Quiz Entry - updated: 2026.07.14

What are the specific mitigation techniques for each STRIDE threat?

Each STRIDE threat is countered by restoring the security property it breaks: authentication beats spoofing, integrity checks (hashes/MACs/signatures) beat tampering, logging beats repudiation, encryption beats disclosure, throttling/filtering beats DoS, and least privilege beats elevation.

Each STRIDE threat mapped to the one property it breaks: Spoofing→Authentication … Elevation→Authorization.

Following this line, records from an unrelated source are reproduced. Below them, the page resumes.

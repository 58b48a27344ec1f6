using BenchRunner.Daemon.Inbox;
using BenchRunner.Daemon.Status;
using BenchRunner.Daemon.Tests.Support;
using BenchRunner.Storage;
using BenchRunner.Storage.Sqlite;
using BenchRunner.Core.Runs;

namespace BenchRunner.Daemon.Tests.Hosting;

public sealed class BenchDaemonInboxTests
{
    [Fact]
    public async Task DroppedPlan_IsRunAgainstTheVirtualBench_AndFiledAsDoneWithASummary()
    {
        await using var rig = new DaemonRig();
        rig.Start();
        var dropped = rig.Drop("psf-check.yaml", TestPlans.Vna("psf-check", sweeps: 2));

        var finished = await rig.WaitForFinishedAsync("psf-check");

        Assert.Equal("passed", finished.Status);
        Assert.False(File.Exists(dropped));
        var filed = Path.Combine(rig.Settings.DoneFolder, "psf-check.yaml");
        Assert.Equal(filed, finished.FiledAs);
        Assert.True(File.Exists(filed));
        var summary = await File.ReadAllTextAsync(filed + PlanFiler.ResultSuffix);
        Assert.Contains("status: passed", summary, StringComparison.Ordinal);
        Assert.Contains($"run: {finished.RunId}", summary, StringComparison.Ordinal);
        Assert.Contains("checks: 1 of 1 passed", summary, StringComparison.Ordinal);

        await rig.StopAsync();
        using var store = SqliteResultStore.Open(rig.Settings.DatabasePath);
        var run = store.GetRun(finished.RunId!.Value)!;
        Assert.Equal(RunStatus.Passed, run.Status);
        Assert.Equal(2, store.GetSweeps(run.Id).Count);
        Assert.Equal("vna", Assert.Single(store.GetInstruments(run.Id)).Role);

        // Every sweep and verdict is logged with its run id and instrument.
        var sweeps = rig.Log.Named("SweepStored");
        Assert.Equal(2, sweeps.Count);
        Assert.All(sweeps, e => Assert.Equal(finished.RunId, (long?)e.Values["RunId"]));
        Assert.All(sweeps, e => Assert.Equal("vna", e.Values["Instrument"]));
        var verdict = Assert.Single(rig.Log.Named("CheckVerdict"));
        Assert.Equal(finished.RunId, (long?)verdict.Values["RunId"]);
        Assert.Equal("vna", verdict.Values["Instruments"]);
        // The start is logged first, with the id the recorder gave the run, though recording runs on its own loop.
        var events = rig.Log.Events.ToList();
        var started = Assert.Single(events, e => e.Id.Name == "RunStarted");
        Assert.Equal(finished.RunId, (long?)started.Values["RunId"]);
        Assert.True(events.IndexOf(started) < events.FindIndex(e => e.Id.Name == "SweepStored"));
    }

    [Fact]
    public async Task InvalidPlan_IsMovedToRejected_WithAnErrorFileNamingLineAndColumn()
    {
        await using var rig = new DaemonRig();
        rig.Start();
        rig.Drop("typo.yaml", "plan: typo\nroles:\n  vna: network-analyser\nsteps:\n  - sweep:\n      role: vnx\n      traces:\n        S21: passband\n");

        var finished = await rig.WaitForFinishedAsync("typo.yaml");

        Assert.Equal("rejected", finished.Status);
        var rejected = Path.Combine(rig.Settings.RejectedFolder, "typo.yaml");
        Assert.True(File.Exists(rejected));
        var errors = await File.ReadAllLinesAsync(rejected + PlanFiler.ErrorsSuffix);
        // The role is misspelt on line 6, column 13, of the file as it now lies in the rejected folder.
        Assert.Contains(errors, l => l.StartsWith(rejected + ":6:13: ", StringComparison.Ordinal) && l.Contains("vnx", StringComparison.Ordinal));
        Assert.Empty(Directory.GetFiles(rig.Settings.InboxFolder));
    }

    [Fact]
    public async Task PlanStillBeingWritten_IsNotTakenUntilItStopsChanging()
    {
        await using var rig = new DaemonRig(adjust: s => s with { Settle = TimeSpan.FromSeconds(1) });
        rig.Start();
        var path = Path.Combine(rig.Settings.InboxFolder, "slow.yaml");
        var text = TestPlans.Vna("slow-copy");
        var half = text.Length / 2;

        // The first half is written and held open exclusively, as a copy in progress would.
        await using (var writer = new FileStream(path, FileMode.CreateNew, FileAccess.Write, FileShare.None))
        {
            await writer.WriteAsync(System.Text.Encoding.UTF8.GetBytes(text[..half]));
            await writer.FlushAsync();
            // Several scans and more than the settle time pass while the file is held.
            await Task.Delay(TimeSpan.FromSeconds(2));
            Assert.Empty(rig.Finished);
            Assert.True(File.Exists(path));
            await writer.WriteAsync(System.Text.Encoding.UTF8.GetBytes(text[half..]));
        }

        var finished = await rig.WaitForFinishedAsync("slow-copy");
        Assert.Equal("passed", finished.Status);
        Assert.DoesNotContain(rig.Finished, f => f.Status == "rejected");
    }

    [Fact]
    public async Task StatusFile_ShowsTheRunningPlanAndInstrumentHealth_AndEndsStopped()
    {
        await using var rig = new DaemonRig();
        rig.Start();
        rig.Drop("long.yaml", TestPlans.Vna("long-run", sweeps: 200, wait: "200 ms"));

        await rig.WaitUntilAsync(() => StatusFile.Read(rig.Settings.StatusFile) is { Running: [{ RunId: not null }] }, "the status file to show the run");
        var status = StatusFile.Read(rig.Settings.StatusFile)!;
        Assert.Equal("running", status.State);
        var job = Assert.Single(status.Running);
        Assert.Equal("long-run", job.Plan);
        Assert.Equal(["vna"], job.Instruments);
        Assert.Equal(["vna", "sa", "gen"], status.Instruments.Select(i => i.Name));

        await rig.StopAsync();
        var final = StatusFile.Read(rig.Settings.StatusFile)!;
        Assert.Equal("stopped", final.State);
        Assert.Empty(final.Running);
        var recent = Assert.Single(final.Recent);
        Assert.Equal("stopped", recent.Status);
        using var store = SqliteResultStore.Open(rig.Settings.DatabasePath);
        Assert.Equal("stopped: the daemon is stopping", store.GetRun(recent.RunId!.Value)!.ErrorMessage);
    }

    [Fact]
    public async Task PlanThatWouldOverdriveAnAnalyser_IsRejectedOnArrival_BeforeAnythingIsSent()
    {
        await using var rig = new DaemonRig();
        rig.Start();
        // +10 dBm through the bench's -1 dB cable reaches the analyser at +9 dBm, above its declared 0 dBm maximum.
        rig.Drop("hot.yaml", """
            plan: hot-carrier
            roles:
              gen: signal-generator
              sa: spectrum-analyser
            steps:
              - set-generator:
                  role: gen
                  frequency: 137.5 MHz
                  level: +10 dBm
                  output: on
            """);

        var finished = await rig.WaitForFinishedAsync("hot.yaml");

        Assert.Equal("rejected", finished.Status);
        var errors = await File.ReadAllTextAsync(finished.FiledAs + PlanFiler.ErrorsSuffix);
        Assert.Contains("never exceed", errors, StringComparison.OrdinalIgnoreCase);
        Assert.Empty(rig.Log.Named("RunStarted"));
    }
}
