using BenchRunner.Core.Yaml;
using BenchRunner.Instruments.Profiles;

namespace BenchRunner.Instruments.Kinds;

/// <summary>
/// The kinds of instrument that bench, plan and profile files may name, in registration order.
/// A registry is immutable: <see cref="Add"/> returns a new registry and leaves the one it was
/// called on as it was, so <see cref="BuiltIn"/> is never changed by a caller (or a test) that
/// adds a kind of its own. Every lookup of a kind by word or by capability goes through here.
/// </summary>
public sealed class InstrumentKindRegistry
{
    private readonly IReadOnlyList<InstrumentKind> _kinds;

    private InstrumentKindRegistry(IReadOnlyList<InstrumentKind> kinds)
    {
        _kinds = kinds;
        Words = [.. kinds.Select(k => (k.Word, k))];
    }

    /// <summary>No kind at all; start here to build a registry without the built-in kinds.</summary>
    public static InstrumentKindRegistry Empty { get; } = new([]);

    /// <summary>
    /// The kinds BenchRunner knows: network analyser, spectrum analyser, signal generator. This is
    /// the one place where a kind that ships with BenchRunner is registered.
    /// </summary>
    public static InstrumentKindRegistry BuiltIn { get; } = Empty
        .Add(InstrumentKind.NetworkAnalyser)
        .Add(InstrumentKind.SpectrumAnalyser)
        .Add(InstrumentKind.SignalGenerator);

    /// <summary>The kinds, in registration order (the order of every list of words in messages).</summary>
    public IReadOnlyList<InstrumentKind> Kinds => _kinds;

    /// <summary>Each kind with its word, for reading files.</summary>
    public IReadOnlyList<(string Word, InstrumentKind Value)> Words { get; }

    /// <summary>The words as a message lists them: <c>network-analyser, spectrum-analyser or signal-generator</c>.</summary>
    public string Choices => _kinds.Count switch
    {
        0 => "(no kind is registered)",
        1 => _kinds[0].Word,
        _ => string.Join(", ", _kinds.Take(_kinds.Count - 1).Select(k => k.Word)) + " or " + _kinds[^1].Word,
    };

    /// <summary>A registry with the kinds of this one and <paramref name="kind"/> after them.</summary>
    /// <exception cref="ArgumentException">
    /// The kind's word (in any letter case) or its capability is registered already, or its word is
    /// a key of the driver profile format, where it could not be told from that key.
    /// </exception>
    public InstrumentKindRegistry Add(InstrumentKind kind)
    {
        ArgumentNullException.ThrowIfNull(kind);
        if (_kinds.FirstOrDefault(k => string.Equals(k.Word, kind.Word, StringComparison.OrdinalIgnoreCase)) is { } sameWord)
        {
            throw new ArgumentException($"A kind with the word \"{sameWord.Word}\" is registered already.", nameof(kind));
        }

        if (_kinds.FirstOrDefault(k => k.Capability == kind.Capability) is { } sameCapability)
        {
            throw new ArgumentException(
                $"The kind \"{kind.Word}\" provides {kind.Capability.Name}, which \"{sameCapability.Word}\" provides already; each capability belongs to one kind.",
                nameof(kind));
        }

        if (DriverProfileKeys.IsReserved(kind.Word))
        {
            throw new ArgumentException($"The kind word \"{kind.Word}\" is a key of the driver profile format and cannot name a kind.", nameof(kind));
        }

        return new InstrumentKindRegistry([.. _kinds, kind]);
    }

    /// <summary>The kind with the word <paramref name="word"/> (any letter case), or null.</summary>
    public InstrumentKind? Find(string word)
    {
        ArgumentNullException.ThrowIfNull(word);
        return _kinds.FirstOrDefault(k => string.Equals(k.Word, word.Trim(), StringComparison.OrdinalIgnoreCase));
    }

    /// <summary>The kind that provides the capability <paramref name="capability"/>, or null.</summary>
    public InstrumentKind? ForCapability(Type capability)
    {
        ArgumentNullException.ThrowIfNull(capability);
        return _kinds.FirstOrDefault(k => k.Capability == capability);
    }

    /// <summary>True when <paramref name="kind"/> is registered here.</summary>
    public bool Contains(InstrumentKind kind) => _kinds.Contains(kind);

    /// <summary>
    /// Reads <paramref name="text"/> as a kind's word (any letter case); anything else is reported
    /// as <see cref="StrictMap.WordOf{T}"/> reports an unknown word, with the registered words.
    /// </summary>
    public InstrumentKind? WordOf(YamlText text, string what, YamlProblems problems)
    {
        ArgumentNullException.ThrowIfNull(text);
        ArgumentNullException.ThrowIfNull(problems);
        if (Find(text.Value) is { } kind)
        {
            return kind;
        }

        problems.Add(text.Location, $"unknown value \"{text.Value}\" for \"{what}\"; expected one of {string.Join(", ", _kinds.Select(k => k.Word))}");
        return null;
    }

    /// <summary>The value of <paramref name="key"/> in <paramref name="map"/> as a kind's word, like <see cref="StrictMap.Word{T}"/>.</summary>
    public InstrumentKind? Word(StrictMap map, string key, string? missingHint = null)
    {
        ArgumentNullException.ThrowIfNull(map);
        var text = map.Text(key, missingHint);
        return text is null ? null : WordOf(text, key, map.Problems);
    }
}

* Each STRIDE threat breaks exactly one security property — the mitigation restores it. *

The trick to remembering this table is that every mitigation re-establishes the exact property the threat violates — so you never memorise it as a lookup, you derive it:

Threat Key techniques Why these counter it
Spoofing Cookie auth, Kerberos, PKI/SSL/TLS certificates, digital signatures Spoofing breaks authentication, so you prove identity. Kerberos is a ticket-based network auth protocol; PKI binds a public key to an identity via a certificate, so the receiver can verify who they're really talking to.
Tampering Hashes, MACs, digital signatures, ACLs, tamper-resistant protocols Tampering breaks integrity, so you make changes detectable. A hash flags any change; a MAC (Message Authentication Code) is a keyed hash so only someone with the key can forge it; an ACL stops the unauthorised write in the first place.
Repudiation Digital signatures, timestamps, audit trails, secure logging Repudiation breaks non-repudiation, so you create tamper-evident evidence that an action happened and who did it — a signed, timestamped log the actor can't later deny.
Info Disclosure Authorization, encryption, privacy-enhancing protocols, ACLs Disclosure breaks confidentiality, so you keep data unreadable to the unauthorised: encryption protects it in transit/at rest, ACLs and authorization gate who may read it at all.
DoS Filtering, throttling, quotas, quality-of-service, ACLs DoS breaks availability, so you cap how much any one source can consume — throttling/quotas/QoS ration resources, filtering and ACLs drop hostile traffic before it costs you.
Elevation of Privilege Run with least privilege, ACLs, role membership, input validation EoP breaks authorization, so you shrink what a compromised component can do (least privilege) and close the doors used to escalate — input validation stops the injection/overflow that grants extra rights.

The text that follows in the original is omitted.